I don't really wanna try anymore products, since the ones I have se to be working just fine. But I got a few deep conditioning masks on my list. I got the black denman brush for my daughter. I already have two different ones. I use the comb attachment to blow dry her hair. I don't see the need of this brush, so I may take it back and get something else for her. 

My wrap turned out so nice, and I have just been shaking my hair! lol I need to probably wrap it back up. 

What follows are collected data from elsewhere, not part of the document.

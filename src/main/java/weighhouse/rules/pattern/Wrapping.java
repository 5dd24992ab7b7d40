package weighhouse.rules.pattern;

import java.util.List;
import weighhouse.formula.BinaryOp;
import weighhouse.formula.Expr;

/** How the number a metavariable stands for follows from the term in the formula. */
public enum Wrapping {
  /** The term itself. */
  NONE {
    @Override
    double term(double value) {
      return value;
    }

    @Override
    Expr operand(Expr term) {
      return term;
    }
  },
  /** One minus the term, as a ratio is one minus a reduction. */
  COMPLEMENT {
    @Override
    double term(double value) {
      return 1 - value;
    }

    @Override
    Expr operand(Expr term) {
      return new Expr.Binary(BinaryOp.SUBTRACT, ONE, term);
    }
  },
  /** The exponential of the term, as a ratio is of its logarithm. */
  EXPONENTIAL {
    @Override
    double term(double value) {
      return Math.log(value);
    }

    @Override
    Expr operand(Expr term) {
      return new Expr.Call("EXP", List.of(term));
    }
  };

  private static final Expr ONE = new Expr.Num(1, "1");

  /** The term's number where the metavariable has the value. */
  abstract double term(double value);

  /** The metavariable as an expression of the term's. */
  abstract Expr operand(Expr term);
}
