package weighhouse.rules.pattern;

import java.util.ArrayList;
import java.util.List;
import weighhouse.formula.BinaryOp;
import weighhouse.formula.Expr;
import weighhouse.formula.Trees;
import weighhouse.formula.UnaryOp;
import weighhouse.rules.term.Term;

/** The formula with the part that is wrong replaced, and all else kept as written. */
final class Correction {
  private final TypedPattern typed;
  private final Reading reading;

  Correction(TypedPattern typed, Reading reading) {
    this.typed = typed;
    this.reading = reading;
  }

  /** The whole product or sum around the place, with the factors that stay. */
  Site site(Expr place) {
    Expr inside = Trees.inside(place);
    if (Chains.isSum(inside)) {
      Expr sum = Chains.sum(inside, reading.view());
      return new Site(sum, typed.pattern().isSum() ? List.of() : commonFactors(sum), false);
    }
    if (typed.pattern().isSum()) {
      return new Site(inside, List.of(), true);
    }
    Expr product = Chains.product(inside, reading.view());
    return new Site(product, keptOf(product), true);
  }

  private List<Factor> keptOf(Expr product) {
    return Chains.factors(product).stream()
        .filter(f -> !reading.depends(f.node()) && !reading.isTaken(f.node()))
        .toList();
  }

  /** The factors that the first addend that counts shares with the others, as is checked later. */
  private List<Factor> commonFactors(Expr sum) {
    return Chains.addends(sum).stream()
        .filter(addend -> reading.depends(addend.node()))
        .findFirst()
        .map(addend -> keptOf(addend.node()))
        .orElse(List.of());
  }

  /** The corrected formula; null where the rule has none or the place cannot be taken apart. */
  Expr apply(Site site) {
    if (typed.correction() == null) {
      return null;
    }
    Expr filled = Filling.fill(typed.correction(), reading);
    Expr corrected = isPatternTimes(site.node(), List.of(), List.of(), false) ? filled : null;
    if (corrected == null) {
      corrected = site.dropped() ? inProduct(site, filled) : inSum(site, filled);
    }
    return corrected == null ? null : Trees.replace(reading.view().tree(), site.node(), corrected);
  }

  private Expr inProduct(Site site, Expr filled) {
    if (!isPatternTimes(site.node(), List.of(), site.kept(), false)) {
      return null;
    }
    List<Factor> factors = new ArrayList<>();
    boolean placed = false;
    for (Factor factor : Chains.factors(site.node())) {
      if (site.kept().contains(factor)) {
        factors.add(factor);
      } else if (!placed) {
        factors.addAll(Chains.factors(filled));
        placed = true;
      }
    }
    return Products.of(factors);
  }

  @SuppressWarnings("ReferenceEquality") // equal addends may stand in several places
  private Expr inSum(Site site, Expr filled) {
    List<Chains.Addend> addends = Chains.addends(site.node());
    List<Chains.Addend> kept = addends.stream().filter(this::stays).toList();
    Chains.Addend first = addends.stream().filter(a -> !stays(a)).findFirst().orElse(null);
    if (first == null) {
      return null;
    }
    boolean negative = !typed.pattern().isSum() && first.negative();
    if (!isPatternTimes(site.node(), kept, site.kept(), negative)) {
      return null;
    }
    List<Factor> factors = new ArrayList<>(site.kept());
    factors.addAll(Chains.factors(filled));
    Chains.Addend corrected = new Chains.Addend(Products.of(factors), negative);
    List<Chains.Addend> result = new ArrayList<>();
    for (Chains.Addend addend : addends) {
      if (stays(addend)) {
        result.add(addend);
      } else if (addend == first) {
        result.add(corrected);
      }
    }
    return sum(result);
  }

  /** Numbers belong to a pattern that is a sum; to any other they are none of its business. */
  private boolean stays(Chains.Addend addend) {
    boolean number = reading.term(addend.node()).isNumber();
    return !reading.depends(addend.node()) && !(number && typed.pattern().isSum());
  }

  private boolean isPatternTimes(
      Expr node, List<Chains.Addend> less, List<Factor> times, boolean negative) {
    List<Term> subtracted = new ArrayList<>();
    for (Chains.Addend addend : less) {
      Term term = reading.term(addend.node());
      subtracted.add(addend.negative() ? reading.view().terms().negative(term) : term);
    }
    List<Term> factors = new ArrayList<>();
    times.forEach(factor -> factors.add(reading.factor(factor)));
    if (negative) {
      factors.add(reading.view().terms().number(-1));
    }
    double[] pattern = reading.points().pattern(typed.pattern());
    return reading.points().equal(reading.term(node), subtracted, factors, pattern);
  }

  private static Expr sum(List<Chains.Addend> addends) {
    Expr sum = null;
    for (Chains.Addend addend : addends) {
      if (sum == null) {
        sum = addend.negative() ? new Expr.Unary(UnaryOp.MINUS, addend.node()) : addend.node();
      } else {
        BinaryOp op = addend.negative() ? BinaryOp.SUBTRACT : BinaryOp.ADD;
        sum = new Expr.Binary(op, sum, addend.node());
      }
    }
    return sum;
  }
}
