package weighhouse.rules.pattern;

/** The operand's present value lies beyond a limit. */
public record ValueCondition(Comparison comparison, double limit) implements Condition {
  /** How a value compares with the limit. */
  public enum Comparison {
    ABOVE,
    BELOW,
    AT_MOST,
    AT_LEAST
  }

  @Override
  public boolean holds(Bound bound, Situation situation) {
    double value = situation.values().applyAsDouble(bound.operand());
    return switch (comparison) {
      case ABOVE -> value > limit;
      case BELOW -> value < limit;
      case AT_MOST -> value <= limit;
      case AT_LEAST -> value >= limit;
    };
  }
}
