import type { Design } from '../design.js';
import { gaussHermite } from '../numerics/index.js';
import { GHZ_PER_MEV, HBAR, RAD_PER_PS_PER_GHZ } from '../units/constants.js';

/**
 * One point of a drift average. Relative changes of every area and width in common; shift of the emitter, meV; shift of
 * the filter's centre, GHz (0 when left out).
 */
export interface DriftNode {
  readonly weight: number;
  readonly area: number;
  readonly width: number;
  readonly shift: number;
  readonly center?: number;
}

/** Nodes and weights for the mean over a standard normal variable. */
export interface Rule {
  readonly nodes: readonly number[];
  readonly weights: readonly number[];
}

/** Error that a rule of effort 1 may leave on a smooth figure of order one. */
const LOG_TARGET = Math.log(1e-8);

/**
 * Nodes and weights for the mean over a standard normal variable of a function with oscillations up to e^{iax} and
 * its nearest pole at distance d from the real axis. Gauss–Hermite is cheapest for smooth functions; the trapezoidal
 * rule converges faster near poles (Trefethen & Weideman, SIAM Rev. 56, 385 (2014)).
 */
export function normalRule(phase: number, pole: number, effort: number): Rule {
  const hermite = Math.ceil(hermiteCount(phase, pole) * effort);
  const step = Math.min((2 * Math.PI) / (phase + REACH), (2 * Math.PI * pole) / -LOG_TARGET) / effort;
  const half = Math.ceil((REACH * Math.sqrt(effort)) / step);
  return hermite <= 2 * half + 1 && hermite <= 64 ? gaussHermite(hermite) : trapezoid(step, half);
}

/** Standard deviations after which a normal law has nothing left at the target. */
const REACH = 6.1;

function hermiteCount(phase: number, pole: number): number {
  let n = 2;
  let logError = Math.log(Math.max(phase, 1e-6) ** 4 / 12);
  while (logError > LOG_TARGET && n < 200) {
    n++;
    logError += 2 * Math.log(Math.max(phase, 1e-6)) - Math.log(2 * (2 * n - 1));
  }
  return Math.max(n, poleCount(pole), 3);
}

/** Nodes that bring 1/(1 + x²/d²) to the target: a fit to counts found numerically for d ≥ 2. */
function poleCount(d: number): number {
  return Math.max(3, Math.ceil((LOG_TARGET / (2 * d)) ** 2 + 3 + 14 / (d + 2) - 0.3));
}

function trapezoid(step: number, half: number): Rule {
  const nodes = Array.from({ length: 2 * half + 1 }, (_, k) => (k - half) * step);
  const raw = nodes.map((x) => Math.exp((-x * x) / 2));
  const sum = raw.reduce((a, b) => a + b, 0);
  return { nodes, weights: raw.map((w) => w / sum) };
}

const SINGLE: Rule = { nodes: [0], weights: [1] };

/** The rules of every drift of a design: area, width, detuning, filter centre; one node where there is none. */
export interface DriftAxes {
  readonly area: Rule;
  readonly width: Rule;
  readonly shift: Rule;
  readonly center: Rule;
}

/**
 * The rule of each drift, chosen from the pulse and the filter.
 * @param duration time in which the drive acts, ps
 * @param effort 1 for a search; larger for a check with more nodes
 */
export function driftAxes(design: Design, duration: number, effort: number): DriftAxes {
  const { drift, pulse, collection, emitter } = design;
  if (!drift) return { area: SINGLE, width: SINGLE, shift: SINGLE, center: SINGLE };
  const rotation = pulse.tones.reduce((s, t) => s + Math.abs(t.area), 0);
  const area = drift.area > 0 ? normalRule(drift.area * rotation, Number.POSITIVE_INFINITY, effort) : SINGLE;
  const width = drift.width > 0 ? normalRule(drift.width * (rotation + 2), 1 / drift.width, effort) : SINGLE;
  const spread = drift.detuning / HBAR;
  const kappa = collection.filter ? collection.filter.fwhm * RAD_PER_PS_PER_GHZ : Number.POSITIVE_INFINITY;
  const filterPole = (kappa + 1 / emitter.lifetime) / 2;
  // A sech pulse of FWHM τ excites as sech²(πΔT/2ħ) with T = τ/1.763 (Rosen & Zener): poles at 1.763/τ.
  const pulsePole = 1.763 / Math.max(...pulse.tones.map((t) => t.fwhm));
  const pole = Math.min(filterPole, pulsePole) / spread;
  const shift = spread > 0 ? normalRule(spread * duration, pole, effort) : SINGLE;
  // What passes is the light's spectrum convolved with the filter: analytic up to the filter's own pole at κ/2.
  const wander = collection.filter ? (drift.filterCenter ?? 0) * RAD_PER_PS_PER_GHZ : 0;
  const center = wander > 0 ? normalRule(0, kappa / 2 / wander, effort) : SINGLE;
  return { area, width, shift, center };
}

/** The tensor product of the rules of a design's drifts; the last axis runs fastest. */
export function driftNodes(design: Design, axes: DriftAxes): DriftNode[] {
  const { drift } = design;
  if (!drift) return [{ weight: 1, area: 0, width: 0, shift: 0 }];
  let out: DriftNode[] = [{ weight: 1, area: 0, width: 0, shift: 0, center: 0 }];
  const scales = {
    area: drift.area,
    width: drift.width,
    shift: drift.detuning,
    center: drift.filterCenter ?? 0,
  };
  for (const key of ['area', 'width', 'shift', 'center'] as const) {
    const { nodes, weights } = axes[key];
    out = out.flatMap((node) =>
      nodes.map((x, i) => ({ ...node, weight: node.weight * weights[i], [key]: x * scales[key] })),
    );
  }
  return out;
}

/** The design as it stands at a drift node (the shift of the emitter is the propagator's business). */
export function driftedDesign(design: Design, node: DriftNode): Design {
  const center = node.center ?? 0;
  if (node.area === 0 && node.width === 0 && center === 0) return design;
  const tones = design.pulse.tones.map((t) => ({
    ...t,
    area: t.area * (1 + node.area),
    fwhm: t.fwhm * (1 + node.width),
  }));
  const { filter } = design.collection;
  const moved = filter && { ...filter, center: filter.center + center };
  return {
    ...design,
    pulse: { ...design.pulse, tones },
    collection: { ...design.collection, filter: moved },
  };
}

/**
 * The fixed design at a point of the drift, itself without drift. The emitter stands still in a design, so laser and
 * filter move against it; a filter's own drift comes on top.
 */
export function designAtDrift(nominal: Design, node: Omit<DriftNode, 'weight'>): Design {
  const { pulse, collection, ...rest } = driftedDesign({ ...nominal, drift: null }, { ...node, weight: 1 });
  const tones = pulse.tones.map((t) => ({ ...t, detuning: t.detuning - node.shift }));
  const { filter } = collection;
  const center = filter === null ? 0 : filter.center - node.shift * GHZ_PER_MEV;
  return {
    ...rest,
    pulse: { ...pulse, tones },
    collection: { ...collection, filter: filter && { ...filter, center } },
  };
}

I used Nairobi wrap foam to detangle an as a leave-in for my bangs. It's actually meant to be used as that. Bangs were soft. I blow dried my hair 80% dry, so I could stretch my new growth out. It's starting to coil up on me.


----------



## faithVA (May 25, 2017)

I was hoping to go 2 weeks without washing my hair but I can tell by the color of my hair its going to need some water this weekend. My hair turns a dusty brownish color with some red tints when it starts to dry out. I'm going to try to water rinse with my twist in and put it right back up in the same style. I will probably wait until Monday though.


----------



## beingofserenity (May 25, 2017)

moisturized and sealed with edens bodyworks leave in and the mane choice hair butter. stretching in rollers. wonder if it'll look cute tomorrow?


----------



## Miss617 (May 25, 2017)

Hi ladies.  Just popping in to say hey, have been super busy with work and my little one. I had a lazy week last week and didn't really do anything with my hair. I tried a different style this week, I will post a picture in the morning. My flat twists are getting better, so I'm hoping to get a little more adventurous with my styles after some more practice!


----------



## faithVA (May 26, 2017)

Miss617 said:


> Hi ladies.  Just popping in to say hey, have been super busy with work and my little one. I had a lazy week last week and didn't really do anything with my hair. I tried a different style this week, I will post a picture in the morning. My flat twists are getting better, so I'm hoping to get a little more adventurous with my styles after some more practice!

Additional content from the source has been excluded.